In BH4, "what had been done [by Solace] is a little bit of target work around a couple of enzymes in the pathway, and a little bit of medicinal chemistry, but really a bare minimum," Pojasek told BioWorld Today. Post-Solace, "the remainder of the compounds and the know-how ended up with Woolf, and he's been working on this in his lab at Children's pretty much since then," he said.
Biomarker data suggest BH4's role in neuronal excitability as well as immune cell activity after nerve injury. Specifically, researchers have discovered that a haplotype in the gene encoding GTP cyclohydrolase I, a BH4 synthetic enzyme, is connected to lower risk of chronic pain after nerve injury or chronic disease. Further investigation turned up the finding that pharmacological modulation of either GTP cyclohydrolase I or sepiapterin reductase (another enzyme in the BH4 synthesis pathway) safely restores BH4 to normal levels, resulting in relief of pain symptoms in preclinical models.

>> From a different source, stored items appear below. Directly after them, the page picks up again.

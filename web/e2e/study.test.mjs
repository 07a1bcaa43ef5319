// End-to-end: the Study board. A position is set up by tapping or by pasting a move list; the
// engine, in the worker, answers VCF, VCT and defence questions in words, and the line is
// stepped through; a long search can be cancelled.

import { test } from 'node:test';
import assert from 'node:assert/strict';
import {
  boardState,
  colourAt,
  isBlack,
  isWhite,
  librarySet,
  logLines,
  open,
  ready,
  tap,
  useBrowser,
} from './support.mjs';

const BOARD = 'study-board';

const env = useBrowser();

const answer = (page) => page.$$eval('#study-answer p', (ps) => ps.map((p) => p.textContent));

test('a position set up by taps and by a pasted move list, with the rules enforced', async () => {
  const { page, context, errors } = await open(env.browser, env.server.url, { dpr: 2 });
  await page.click('[data-go="study"]');
  await tap(page, BOARD, 'h8');
  await tap(page, BOARD, 'h9');
  assert.ok(isBlack(await colourAt(page, BOARD, 'h8')));
  assert.ok(isWhite(await colourAt(page, BOARD, 'h9')));
  assert.deepEqual(await logLines(page, 'study-log'), ['Black h8.', 'White h9.']);
  // The set-up tools.
  await page.click('#study-tools label:has(input[value="white"])');
  await tap(page, BOARD, 'c3');
  assert.ok(isWhite(await colourAt(page, BOARD, 'c3')));
  await page.click('#study-tools label:has(input[value="erase"])');
  await tap(page, BOARD, 'c3');
  assert.equal(await page.getAttribute(`#${BOARD}`, 'data-to-move'), 'black');
  assert.ok(!isWhite(await colourAt(page, BOARD, 'c3')));

  // A bad move list names the bad token and changes nothing.
  await page.fill('#study-moves', 'h8 h9 i8 q77');
  await page.click('#study-setup');
  assert.match(await page.textContent('#study-message'), /^Not set up: .*q77/);
  assert.ok(isBlack(await colourAt(page, BOARD, 'h8')));
  // Renju: a forbidden double three is refused, and the board keeps it empty.
  await page.selectOption('#study-rule', 'renju');
  await page.fill('#study-moves', 'i8 a1 j8 a3 h9 a5 h10 a7');
  await page.click('#study-setup');
  assert.equal(await page.textContent('#study-message'), 'Set up 8 moves.');
  await tap(page, BOARD, 'h8');
  assert.equal(await page.textContent('#study-message'), 'Not played: h8 is forbidden for Black: it makes a double three.');
  assert.ok(!isBlack(await colourAt(page, BOARD, 'h8')));
  // The position is kept over a reload.
  await page.reload();
  await ready(page);
  assert.equal(await page.getAttribute(`#${BOARD}`, 'data-rule'), 'renju');
  assert.ok(isBlack(await colourAt(page, BOARD, 'h10')));
  assert.equal(await page.inputValue('#study-rule'), 'renju');
  assert.deepEqual(errors, []);
  await context.close();
});

test('VCF, VCT and defence questions are answered in words and the line is stepped through', async () => {
  const { page, context, errors } = await open(env.browser, env.server.url);
  await page.click('[data-go="study"]');
  const p = librarySet('fours-freestyle-club').puzzles[0];
  // The puzzle's position, set up stone by stone with the tools.
  await page.click('#study-tools label:has(input[value="black"])');
  for (const s of p.black) await tap(page, BOARD, s);
  await page.click('#study-tools label:has(input[value="white"])');
  for (const s of p.white) await tap(page, BOARD, s);
  await page.click('#study-side label:has(input[value="black"])');

  await page.click('[data-ask="vcf"]');
  await page.waitForFunction(() => document.getElementById('study').dataset.busy === 'false' &&
    document.getElementById('study-answer').childElementCount > 0);
  const words = await answer(page);
  assert.match(words[0], new RegExp(`^Black wins with fours: \\d+ fours? and the five, \\d+ moves in all: ${p.solution.line[0]} `));
  const line = /: ([a-o0-9 ]+)\.$/.exec(words[0])[1].split(' ');
  assert.ok(words.some((w) => /positions searched/.test(w)));
  assert.ok(await page.isVisible('#study-stepper'));
  assert.equal(await page.textContent('#study-step'), `0 of ${line.length}`);
  await page.click('#study-next');
  assert.equal(await page.textContent('#study-step'), `1 of ${line.length}: Black ${line[0]}`);
  assert.ok(isBlack(await colourAt(page, BOARD, line[0])));
  await page.click('#study-next');
  assert.ok(isWhite(await colourAt(page, BOARD, line[1])));
  await page.click('#study-prev');
  assert.equal(await page.textContent('#study-step'), `1 of ${line.length}: Black ${line[0]}`);
  assert.ok(!isWhite(await colourAt(page, BOARD, line[1])));

  await page.click('[data-ask="vct"]');
  await page.waitForFunction(() => document.getElementById('study').dataset.busy === 'false' &&
    /threes and fours/.test(document.getElementById('study-answer').textContent));
  assert.match((await answer(page))[0], /^Black wins with threes and fours, \d+ moves in all: /);

  // White to move: which moves stop Black?
  await page.click('#study-side label:has(input[value="white"])');
  await page.click('[data-ask="defend"]');
  await page.waitForFunction(() => document.getElementById('study').dataset.busy === 'false' &&
    /threatens/.test(document.getElementById('study-answer').textContent));
  const d = await answer(page);
  assert.match(d[0], /^Black threatens to win: [a-o0-9 ]+ \(step through it below\)\.$/);
  assert.match(d[1], /^(\d+ moves? stops? it: .+|No move stops it: White loses)\.$/);
  assert.deepEqual(errors, []);
  await context.close();
});

test('a long search runs in the worker and can be cancelled', async () => {
  const { page, context, errors } = await open(env.browser, env.server.url);
  await page.click('[data-go="study"]');
  // A position where the side not to move asks for a VCT of its own: a wide search (about
  // 4 s of CPU natively with `fivefold solve --search vct`, and it runs out of budget at
  // 2,000,002 nodes). If the library is regenerated, pick another such puzzle.
  const p = librarySet('threats-freestyle').puzzles[11];
  await page.click('#study-tools label:has(input[value="black"])');
  for (const s of p.black) await tap(page, BOARD, s);
  await page.click('#study-tools label:has(input[value="white"])');
  for (const s of p.white) await tap(page, BOARD, s);
  await page.click(`#study-side label:has(input[value="${p.to_move === 'black' ? 'white' : 'black'}"])`);
  await page.click('[data-ask="vct"]');
  assert.equal(await page.getAttribute('#study', 'data-busy'), 'true');
  assert.ok(await page.isVisible('#study-cancel'));
  // The page answers while the worker searches.
  await tap(page, BOARD, 'a1');
  assert.ok(isWhite(await colourAt(page, BOARD, 'a1')));
  await page.click('#study-cancel');
  assert.equal(await page.getAttribute('#study', 'data-busy'), 'false');
  assert.deepEqual(await answer(page), ['Search cancelled. Ask again, or ask a smaller question.']);
  // A fresh worker answers the next question.
  await page.click('#study-side label:has(input[value="black"])');
  await page.click('[data-ask="vcf"]');
  await page.waitForFunction(() => document.getElementById('study').dataset.busy === 'false');
  assert.notDeepEqual(await answer(page), ['Search cancelled. Ask again, or ask a smaller question.']);
  assert.equal((await boardState(page, BOARD)).mode, 'study');
  assert.deepEqual(errors, []);
  await context.close();
});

Atlas wanted to "look at what's the cutting-edge biology at the interface of the peripheral nerve system and the immune system," Pojasek said. "How do these two areas of biology talk to each other and intersect? The BH4 story kept coming up."
Since the 1980s and 1990s, BH4 was known to be involved with T cells, macrophages, dendritic cells, mast cells. "It goes up in response to inflammation," Pojasek said, "but nobody has dissected with 21st century immunology – better assays, better models and better research tools – what it's doing there. We got pretty intrigued by this."
Johnsson determined that sulfasalazine, the anti-inflammatory agent approved by the FDA in 1950, is an inhibitor BH4 synthesis. "Nobody knew the mechanism before," Pojasek said, and Johnsson's finding further bolstered the scientific case for BH4. "I wouldn't say the existing drug clinically validates the target, but it certainly brings an additional depth of clinical relevance," especially now that Quartet can track the BH4 biomarker, Pojasek said.
SERAGON PARAGON?
If the animal-model outcomes translate to human efficacy – a big "if" – the resulting drug could grab some of the multi-billion dollar market held by New York-based Pfizer Inc.'s Lyrica (pregabalin), which is not effective for all patients and brings side effects that include dizziness, drowsiness, dry mouth, edema, blurred vision, weight gain and difficulty concentrating. Alternatives include opioids, which may work better but carry addiction risks.
"Animal models aren't any better than they used to be," Pojasek said. "Clinical trials are a little better than they used to be. But what we're really focused on is the BH4 biomarker. Our R&D strategy is really about finding the right drug, and showing that where BH4 is elevated in causing pain, we can bring it back down. We can use that biomarker again in phase I to make sure our drug is hitting the pathway of interest and modulating BH4."
The strategy "gives us a path forward from animals to people," Pojasek said. "We're eyes-wide-open about what the phase II commitment will look like here, because you're still doing patient-reported outcomes in a challenging group," when testing a pain drug. "You look in the label of Lyrica and it provides 50 percent pain relief to about a third of the people," Pojasek said. "It's just shocking that's state of the art in this field."
If Quartet can get significant target engagement in even a small trial, the consequences could be rewarding. "There are some very good comparables recently on companies being acquired on that kind of data for a lot of money," Pojasek said, pointing to Roche AG unit Genentech's buyout for $725 million in cash, plus contingent milestone-based payments of up to $1 billion, of San Diego-based Seragon Pharmaceuticals Inc. In the deal, Genentech gained a portfolio of oral selective estrogen receptor degraders designed to treat hormone receptor-positive breast cancer. (See BioWorld Today, July 3, 2014.)
"It's a different space, and there are a lot of caveats there, but the target engagement [in a 30-patient trial] is what really sold Genentech," Pojasek said.